If an object is non-copyable then there is usually a good reason. And if there's a good reason then you shouldnt subvert that by putting it into a container that attempts to copy it.
鉴于您如何提出这个问题,没有真正的答案。没有办法做你想做的事。实际的答案是容器包含指针,并且您已经说过由于某些未指定的原因这是不行的。
有些人谈论了可移动的事物以及使用 C++0x,其中容器通常要求其元素可移动,但不要求它们可复制。我认为这也是一个糟糕的解决方案,因为我怀疑互斥体在持有时不应该被移动,这使得实际上不可能移动它们。
因此,唯一真正剩下的答案是指向互斥体。使用
::std::tr1::shared_ptr(在#include中)或::boost::shared_ptr来指向互斥体。这需要更改内部具有互斥体的类的定义,但听起来您无论如何都在这样做。There is no real answer to the question given how you've framed it. There is no way to do what you want. The actual answer is for the container to contain pointers, and you've said that isn't OK for some unspecified reason.
Some have talked about things being movable and using C++0x in which containers often require their elements to be movable, but do not require them to be copyable. I think this is a poor solution as well because I suspect that mutexes should not be moved while they are held, and this makes it effectively impossible to move them.
So, the only real remaining answer is to point at the mutexes. Use
::std::tr1::shared_ptr(in#include <tr1/memory>) or::boost::shared_ptrto point at the mutexes. This requires changing the definitions of the classes that have the mutexes inside them, but it sounds like you're doing that anyway.STL 容器严重依赖于其内容的可复制性,因此要么使它们可复制,要么不将它们放入容器中。

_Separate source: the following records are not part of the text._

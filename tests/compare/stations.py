"""One station with a negative insert, a shop with others, and the program they all cut."""

from __future__ import annotations

from pathlib import Path

PROGRAM = """\
%
O0001 (PIN)
N10 G50 S3000
N20 T0101
N30 G96 S180 M3
N40 G0 X56. Z2. M8
N50 G1 Z-40. F0.3
N60 X62.
N70 G0 Z2.
N80 X50.
N90 G1 Z-40. F0.3
N100 X62.
N110 G0 X100. Z100. M9
N120 M5
N130 M30
%
"""
JOB = """\
[control]
system = "A"
units = "mm"
[machine]
speed_limit = "4500 rpm"
power = "7 kW"
base_speed = "1150 rpm"
tool_change = ["200 mm", "150 mm"]
[workholding]
stick_out = "95 mm"
[workpiece]
material = "C45"
diameter = "60 mm"
length = "125 mm"
diameter_tolerance = "0.05 mm"
roughness = "Ra 1.6 um"
"""
DECLARED = 'kind = "turning"\ninsert = "CNMG 120408"\nholder = "PCLNR 2525 M12"\n'
LIBRARY = {
    "positive": 'kind = "turning"\ninsert = "CCMT 120404"\nholder = "SCLCR 2525 M12"\n',
    "flat": 'kind = "turning"\ninsert = "CNMA 120412"\nholder = "PCLNR 2525 M12"\n',
    "lasting": DECLARED + 'taylor = { speed = "320 m/min", exponent = 0.25 }\n',
}


def shop(folder: Path, declared: str = DECLARED) -> Path:
    """A folder with the program, its job and a shop file; gives the program."""
    program = folder / "pin.nc"
    program.write_text(PROGRAM, encoding="utf-8")
    (folder / "pin.job.toml").write_text(f"{JOB}[tools.1]\n{declared}", encoding="utf-8")
    entries = "".join(f"[tools.{name}]\n{table}" for name, table in LIBRARY.items())
    (folder / "shop.toml").write_text(entries, encoding="utf-8")
    return program
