import { peerVersion } from '../testing/peer-version';
import { comparisonFinding, memberDifferences } from './member-differences';

const first = peerVersion(1, { Kesdrin: 'Pumps', Sarvane: 'Meters', Tolvane: 'Valves' });
const second = peerVersion(
  2,
  { Kesdrin: 'Pumps', Sarvane: 'Other meters', Tolvane: 'Concessions', Arvel: 'New' },
  ['Tolvane', 'Arvel'],
);

describe('what differs between two versions of a peer group', () => {
  const differences = memberDifferences(first, second);

  it('lists who moved first, then who is in one panel only, then other reasons, then the same', () => {
    expect(differences.map(({ company, kind }) => [company, kind])).toEqual([
      ['Tolvane', 'side'],
      ['Arvel', 'known'],
      ['Sarvane', 'reason'],
      ['Kesdrin', 'same'],
    ]);
    expect(differences[0].a).toEqual(jasmine.objectContaining({ isIncluded: true }));
    expect(differences[0].b).toEqual(
      jasmine.objectContaining({ isIncluded: false, reason: 'Concessions' }),
    );
    expect(differences[1].a).toBeNull();
  });

  it('counts a company that only one version knows as moved where it is in there', () => {
    const joined = peerVersion(3, { Arvel: 'New' });
    expect(memberDifferences(peerVersion(1, {}), joined)[0].kind).toBe('side');
  });

  it('is said in one sentence', () => {
    expect(comparisonFinding(first, second, differences)).toBe(
      'Version 2 leaves out Tolvane, unlike version 1',
    );
    const back = memberDifferences(second, first);
    expect(comparisonFinding(second, first, back)).toBe(
      'Version 1 takes in Tolvane, unlike version 2',
    );
    const reworded = peerVersion(3, { Kesdrin: 'Pumps', Sarvane: 'x', Tolvane: 'Valves' });
    expect(comparisonFinding(first, reworded, memberDifferences(first, reworded))).toBe(
      'Version 3 has the same peers as version 1; 1 reason differs',
    );
    expect(comparisonFinding(first, first, memberDifferences(first, first))).toBe(
      'Version 1 has the same peers as version 1',
    );
    const many = peerVersion(4, { A: '', B: '', C: '', D: '' });
    expect(comparisonFinding(first, many, memberDifferences(first, many))).toBe(
      'Version 4 takes in 4 companies and leaves out Kesdrin, Sarvane and Tolvane, unlike version 1',
    );
  });
});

STL containers rely heavily on their contents being copyable, so either make them copyable or do not put them into container.
最好的选择是使用指针或某种类型的在底层使用指针的包装类。这将允许它们被合理地复制,并且实际上执行副本预期执行的操作(共享互斥锁)。
但是,既然你说没有指针,那么还有另一种选择。听起来互斥体“有时是可复制的”,也许您应该编写一个复制构造函数和一个赋值运算符,并在初始化后复制互斥体时让它们抛出异常。缺点是直到运行时才知道你做错了。
The best option is to use pointers or some type of wrapper class that uses pointers under the hood. That would allow these to be sanely copied, and actually do what a copy would be expected to do (share the mutex).
But, since you said no pointers, there is one other option. It sounds like Mutexes are "sometimes copyable" perhaps you should write a copy constructor and an assignment operator and have those throw an exception if a mutex is ever copied after it has been initialized. The down side is there's no way to know you're doing it wrong until runtime.
使用智能指针,如 boost::shared_ptr 或使用其他容器,如 boost::intrusive。两者都需要修改您的代码。
Use smart pointers like boost::shared_ptr or use another containers, like boost::intrusive. Both will require to modify your code, through.